Collected data

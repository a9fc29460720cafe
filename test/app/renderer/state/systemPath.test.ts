/**
 * The renderer's relative system paths against Node's own path module (node:path posix and
 * win32, an implementation this project did not write): the path from a plan's folder to its
 * system file, and naming it again from a plan saved elsewhere.
 */
import { posix, win32 } from 'node:path';
import { describe, expect, it } from 'vitest';
import { rebaseSystemPath, relativeFrom, resolveFrom } from '../../../../app/renderer/state/systemPath.ts';

const POSIX: [string, string][] = [
  ['/designs/plans/trip.plan.json', '/designs/systems/ilmar.system.json'],
  ['/designs/plans/trip.plan.json', '/designs/plans/ilmar.system.json'],
  ['/designs/plans/trip.plan.json', '/designs/plans/sys/deep/x.system.json'],
  ['/a/b/c/d/p.plan.json', '/x.system.json'],
  ['/p.plan.json', '/a/b/x.system.json'],
  ['/designs/plans/trip.plan.json', '/designs/plans2/x.system.json'],
];
const WINDOWS: [string, string][] = [
  ['C:\\Users\\u\\plans\\trip.plan.json', 'C:\\Users\\u\\systems\\ilmar.system.json'],
  ['c:\\Users\\u\\plans\\trip.plan.json', 'C:\\Users\\u\\plans\\sub\\x.system.json'],
];

describe('system paths relative to the plan file', () => {
  it.each(POSIX)('POSIX: from %s to %s as node:path does', (plan, system) => {
    const rel = relativeFrom(plan, system);
    expect(rel).toBe(posix.relative(posix.dirname(plan), system));
    expect(posix.resolve(posix.dirname(plan), rel!)).toBe(system);
  });

  it.each(WINDOWS)('Windows: from %s to %s as node:path does (written with /)', (plan, system) => {
    const rel = relativeFrom(plan, system);
    expect(rel).toBe(win32.relative(win32.dirname(plan), system).replaceAll('\\', '/'));
    expect(win32.resolve(win32.dirname(plan), rel!).toLowerCase()).toBe(system.toLowerCase());
  });

  it('no relative path between two Windows drives, or from a path that is not absolute', () => {
    expect(relativeFrom('C:\\p\\a.plan.json', 'D:\\s\\x.system.json')).toBeNull();
    expect(relativeFrom('a.plan.json', '/s/x.system.json')).toBeNull();
    expect(resolveFrom('a.plan.json', 'x.system.json')).toBeNull();
  });

  it.each([
    ['/designs/plans/trip.plan.json', '/designs/elsewhere/deep/trip.plan.json', '../systems/ilmar.system.json'],
    ['/designs/plans/trip.plan.json', '/designs/plans/copy.plan.json', '../systems/ilmar.system.json'],
    ['/designs/plans/trip.plan.json', '/archive/trip.plan.json', './ilmar.system.json'],
    ['/designs/plans/trip.plan.json', '/designs/trip.plan.json', 'sys/../ilmar.system.json'],
  ])('a plan saved from %s to %s names %s from its new folder', (from, to, rel) => {
    const target = posix.resolve(posix.dirname(from), rel);
    const moved = rebaseSystemPath(from, to, rel);
    expect(posix.resolve(posix.dirname(to), moved!)).toBe(target);
    expect(moved).toBe(posix.relative(posix.dirname(to), target));
  });
});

■ **Exercise prompt**:
Please copy every line of the records above in which "saved" appears.

■ **Task answer**:
 * system file, and naming it again from a plan saved elsewhere.
  ])('a plan saved from %s to %s names %s from its new folder', (from, to, rel) => {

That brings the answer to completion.